The drawback of directly initiating treatment with third-generation drugs is that if a patient develops resistance to them, there are limited alternatives to explore. When a third-generation drug becomes ineffective due to resistance, reverting to first- or second-generation drugs is generally not a viable solution. These earlier-generation drugs tend to be less effective in such cases, with rare exceptions. Consequently, the third generation of targeted therapies is typically reserved for cases where the disease has advanced, and resistance mutations have emerged. At that juncture, the treatment approach may shift toward general cytotoxic antitumor drugs.

Q: How are treatment outcomes in the real world compared to the primary clinical outcomes of Leclaza?

A: It's too early to judge the effectiveness of the EAP at the point of care.
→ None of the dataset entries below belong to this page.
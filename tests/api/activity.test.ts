import { createConnection } from "mysql2/promise";
import { afterAll, beforeAll, beforeEach, describe, expect, it } from "vitest";
import { recordActivity } from "../../src/server/activity/record";
import { verifyActivity } from "../../src/server/activity/verify";
import { verifyLogs } from "../../src/server/activity/verify-logs";
import { db } from "../../src/server/db/client";
import { findHead, listActivity } from "../../src/server/db/queries/activity";
import { as } from "../fixtures/api-client";
import { newMember, newOrganisation, type SignedInMember } from "../fixtures/organisation";
import { newSite } from "../fixtures/sites";
import { startTestApp, type TestApp } from "../support/test-app";

let app: TestApp;
let organisation: { id: string; name: string };
let auditor: SignedInMember;

beforeAll(async () => {
  app = await startTestApp();
});
beforeEach(async () => {
  organisation = await newOrganisation(`Logged ${crypto.randomUUID()}`);
  auditor = await newMember(organisation, ["auditor", "admin"]);
});
afterAll(() => app.close());

const deed = (detail: Record<string, unknown> = {}) =>
  db().transaction((tx) =>
    recordActivity(tx, {
      organisationId: organisation.id,
      actorId: auditor.userId,
      event: "site.changed",
      subjectKind: "site",
      subjectId: null,
      detail,
    }),
  );

/** What only somebody with the database's owner at hand can do. */
async function tamper(statement: string, ...values: unknown[]): Promise<void> {
  const connection = await createConnection({ uri: app.database.ownerUrl });
  try {
    await connection.query(statement, values);
  } finally {
    await connection.end();
  }
}
const faults = async () => (await verifyActivity(organisation.id)).faults;

describe("the activity log", () => {
  it("is one strict chain however many write at once", async () => {
    await Promise.all(Array.from({ length: 24 }, (_, place) => deed({ place })));
    const lines = await listActivity(db(), organisation.id, 100);
    expect(lines.map(({ sequence }) => sequence)).toEqual(Array.from({ length: 25 }, (_, at) => 25 - at));
    expect(await verifyActivity(organisation.id)).toMatchObject({
      lines: 25,
      faults: [],
      head: lines[0]?.hash,
    });
    expect(await findHead(db(), organisation.id)).toEqual({ sequence: 25, hash: lines[0]?.hash });
  });

  it("keeps no line of a deed that was taken back", async () => {
    const before = await findHead(db(), organisation.id);
    await expect(
      db().transaction(async (tx) => {
        await recordActivity(tx, {
          organisationId: organisation.id,
          actorId: null,
          event: "site.changed",
          subjectKind: "site",
          subjectId: null,
        });
        throw new Error("taken back");
      }),
    ).rejects.toThrow("taken back");
    expect(await findHead(db(), organisation.id)).toEqual(before);
    await deed();
    expect(await faults()).toEqual([]);
  });

  it("betrays a line that was changed, removed or exchanged, and a log that was cut off", async () => {
    for (const place of [2, 3, 4, 5]) await deed({ place });
    const of = "where organisation_id = ? and sequence = ?";
    await tamper(`update activity_log set detail = '{"place":9}' ${of}`, organisation.id, 2);
    expect(await faults()).toEqual([expect.stringMatching(/^line 2 .*was changed/)]);
    await tamper(`update activity_log set detail = '{"place":2}' ${of}`, organisation.id, 2);
    expect(await faults()).toEqual([]);
    for (const [from, to] of [
      [3, 99],
      [4, 3],
      [99, 4],
    ])
      await tamper(`update activity_log set sequence = ? ${of}`, to, organisation.id, from);
    expect((await faults()).join("\n")).toMatch(/line 3 .*was changed[^]*line 4 .*was changed/);
    await tamper(`delete from activity_log ${of}`, organisation.id, 5);
    expect((await faults()).at(-1)).toBe("line 5 is missing");
  });

  it("says at which line a head stands that was noted earlier", async () => {
    const noted = (await findHead(db(), organisation.id))?.hash ?? "";
    await deed();
    const slug = organisation.name.toLowerCase().replace(" ", "-");
    const found = await verifyLogs(slug, noted.slice(0, 20));
    expect([found.isWhole, found.report.join("\n")]).toEqual([
      true,
      expect.stringContaining("that of line 1"),
    ]);
    const lost = await verifyLogs(slug, "0123456789abcdef");
    expect([lost.isWhole, lost.report.join("\n")]).toEqual([false, expect.stringContaining("at no line")]);
    await expect(verifyLogs("nobody")).rejects.toThrow("no organisation");
  });
});

describe("reading the log", () => {
  it("filters page and CSV alike, and hands out the hashes", async () => {
    const site = await newSite(auditor);
    await deed({ name: "=SUM(A1)" });
    const csv = async (query: string) =>
      (await as(app, auditor)("get", `/api/organisation/activity.csv${query}`)).text.trim().split("\r\n");
    const all = await csv("");
    expect(all).toHaveLength(4);
    expect(all[1]).toContain("member.added");
    const head = await findHead(db(), organisation.id);
    expect(all[3]).toContain(head?.hash);
    expect(await csv(`?event=site.created&subjectId=${site.id}&actor=${auditor.userId}`)).toHaveLength(2);
    expect(await csv("?actor=service&event=&from=&to=")).toHaveLength(2);
    expect(await csv("?to=2020-01-01")).toHaveLength(1);
    const page = async (query: string) =>
      (await as(app, auditor)("get", `/organisation/activity${query}`)).text;
    expect(await page("?event=site.created")).toContain(site.name);
    expect(await page("?event=member.removed")).toContain("No line matches");
    expect(await page("?event=nonsense")).toContain("cannot be used");
    expect((await as(app, auditor)("get", "/api/organisation/activity.csv?event=nonsense")).status).toBe(422);
    const planner = await newMember(organisation, ["planner"]);
    expect((await as(app, planner)("get", "/organisation/activity")).status).toBe(403);
  });
});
However, with targeted therapies, it is not uncommon to see a response within a month or two of prescribing, such as a significant reduction in tumor size or improvement in symptoms experienced by patients. 
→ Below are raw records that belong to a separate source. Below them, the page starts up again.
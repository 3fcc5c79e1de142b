import { afterAll, beforeAll, describe, expect, it } from "vitest";
import { db } from "../../src/server/db/client";
import { findDelivery } from "../../src/server/db/queries/deliveries";
import { findDrawing, listDrawings } from "../../src/server/db/queries/drawings";
import { findInvitation } from "../../src/server/db/queries/invitations";
import { findScreening } from "../../src/server/db/queries/screenings";
import { storeDrawing } from "../../src/server/drawings/drawings";
import { mintInvitationLink } from "../../src/server/invitations/links";
import { purgeByRetention } from "../../src/server/retention/purge";
import { sweepStrayObjects } from "../../src/server/retention/stray-objects";
import { listObjectKeys, putObject } from "../../src/server/storage/objects";
import { as } from "../fixtures/api-client";
import { floorPicture } from "../fixtures/images";
import { newInvitation, newKept } from "../fixtures/kept";
import { newMember, newOrganisation, type SignedInMember } from "../fixtures/organisation";
import { newDraft, newScreenedPlan } from "../fixtures/screenings";
import { startTestApp, type TestApp } from "../support/test-app";

const dayMs = 24 * 60 * 60_000;
const inDays = (days: number) => new Date(Date.now() + days * dayMs);

let app: TestApp;
let member: SignedInMember;

beforeAll(async () => {
  app = await startTestApp();
  member = await newMember(await newOrganisation("Keeping Office"), ["planner", "admin"]);
});
afterAll(() => app.close());

const screenAgain = async (planId: string) =>
  (
    (await as(app, member)("post", `/api/plans/${planId}/screenings`).send({ version: 1 })).body as {
      id: string;
    }
  ).id;

describe("the purge", () => {
  it("forgets old screenings unless they are the latest or a notice was made from them", async () => {
    const { organisationId } = member;
    const bare = await newScreenedPlan(member);
    const told = await newScreenedPlan(member);
    await newDraft(member, told, []);
    const latest = await screenAgain(bare.plan.id);
    await screenAgain(told.plan.id);
    const isThere = async (planId: string, id: string) =>
      (await findScreening(db(), organisationId, planId, id)) !== undefined;
    const left = async () => [
      await isThere(bare.plan.id, bare.screeningId),
      await isThere(bare.plan.id, latest),
      await isThere(told.plan.id, told.screeningId),
    ];
    await purgeByRetention(inDays(89));
    expect(await left()).toEqual([true, true, true]);
    await purgeByRetention(inDays(91));
    expect(await left()).toEqual([false, true, true]);
  });

  it("forgets drawings that nothing shows, then their objects, and no others", async () => {
    const { plan } = await newScreenedPlan(member);
    const bytes = await floorPicture(60, 40).png().toBuffer();
    const { id } = await storeDrawing(member, plan, { bytes, fileName: "unused.png" });
    const row = await findDrawing(db(), member.organisationId, plan.id, id);
    const isStored = async () => (await listObjectKeys("drawings/")).includes(row?.storageKey ?? "");
    await purgeByRetention(inDays(29));
    expect([await isStored(), (await listDrawings(db(), member.organisationId, plan.id)).length]).toEqual([
      true,
      1,
    ]);
    await purgeByRetention(inDays(31));
    expect(await listDrawings(db(), member.organisationId, plan.id)).toEqual([]);
    expect(await isStored()).toBe(false);
  });

  it("removes objects without a row, but none that was stored within the last day", async () => {
    const key = `drawings/${crypto.randomUUID()}`;
    await putObject(key, new Uint8Array([1]), "image/png");
    await sweepStrayObjects(inDays(-1));
    expect(await listObjectKeys(key)).toEqual([key]);
    await sweepStrayObjects(inDays(1));
    expect(await listObjectKeys(key)).toEqual([]);
  });

  it("forgets invitations that ended or lapsed long ago", async () => {
    const open = await newInvitation(member);
    await mintInvitationLink(db(), open, inDays(88));
    const lapsed = await newInvitation(member);
    await purgeByRetention(inDays(91));
    const left = [open, lapsed].map((id) => findInvitation(db(), member.organisationId, id));
    expect((await Promise.all(left)).map((row) => row !== undefined)).toEqual([true, false]);
  });
});

describe("a delivery by hand", () => {
  it("is given up, then tried again at once", async () => {
    // The purges above have ended the sessions from before.
    const admin = await newMember(await newOrganisation("Sending Office"), ["admin"]);
    const id = await newKept.deliveryId(admin);
    const path = `/api/organisation/deliveries/${id}`;
    const state = async () => (await findDelivery(db(), admin.organisationId, id))?.state;
    expect((await as(app, admin)("post", `${path}/give-up`).send({})).status).toBe(204);
    expect(await state()).toBe("failed");
    expect((await as(app, admin)("post", `${path}/give-up`).send({})).status).toBe(409);
    expect((await as(app, admin)("post", `${path}/try-again`).send({})).status).toBe(204);
    expect(await state()).toBe("waiting");
    const page = async (query: string) =>
      (await as(app, admin)("get", `/organisation/deliveries${query}`)).text;
    expect(await page("?kind=invitation&state=waiting&to=Nora")).toContain("Try again now");
    expect(await page("?state=sent")).toContain("No message matches");
  });
});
Moreover, third-generation drugs exhibit a more prolonged duration of efficacy compared to first and second-generation alternatives, with minimal side effects like diarrhea and skin rash. This leads us to anticipate a relatively smooth integration of these drugs into clinical practice.

Certainly, it's crucial to vigilantly monitor and address adverse events associated with drugs like Tagrisso, which can include issues like numbness in the hands and feet and cardiac toxicity. For Leclaza, management involves dose adjustments or the addition of nerve pain medications in cases where patients experience numbness. This approach helps ensure patient safety and optimize their treatment experience.

Q: Wouldn't a lower dose be less effective against cancer?

A: This could indeed be the case, and as more data accumulates, it may become evident that effectiveness can be sustained with dose reductions. As of now, relying primarily on laboratory data, significant dose reduction is not extensively recommended. However, with increasing experience in administering the treatment, it is likely that we will gain more confidence in managing it effectively without compromising its benefits.

Q: The Korean sub-analysis in the LASER301 trial was noteworthy because there were no Korean data in the first-line setting. Can you share the results?

A: Tagrisso has faced challenges in the reimbursement process, mainly because of the absence of valid overall survival (OS) data in the Asian sub-analysis. However, Leclaza holds a strong case for prescription in Korean patients. This is attributed to the fact that approximately one-third of the LASER301 trial participants were Koreans, and consequently, there is access to Korean sub-analysis data, providing a solid rationale for its use in the Korean patient population.

Q: Why do you believe there are elevated expectations for the MARIPOSA trial, set to be unveiled at the European Society for Medical Oncology (ESMO) 2023, given the ongoing combination therapy trials for EGFR-targeted therapies?

A: The MARIPOSA trial will be presented at ESMO 2023 with specific clinical results, but the top-line presentation was positive. Depending on the specific clinical results, I think we could see a shift in practice in the future. However, because it is a targeted therapy-targeted therapy combination, the effectiveness may be better, but there are also side effects to deal with, so depending on the future results, we will be able to judge whether it is better to use it sequentially or whether it is more advantageous to use it in combination from the beginning.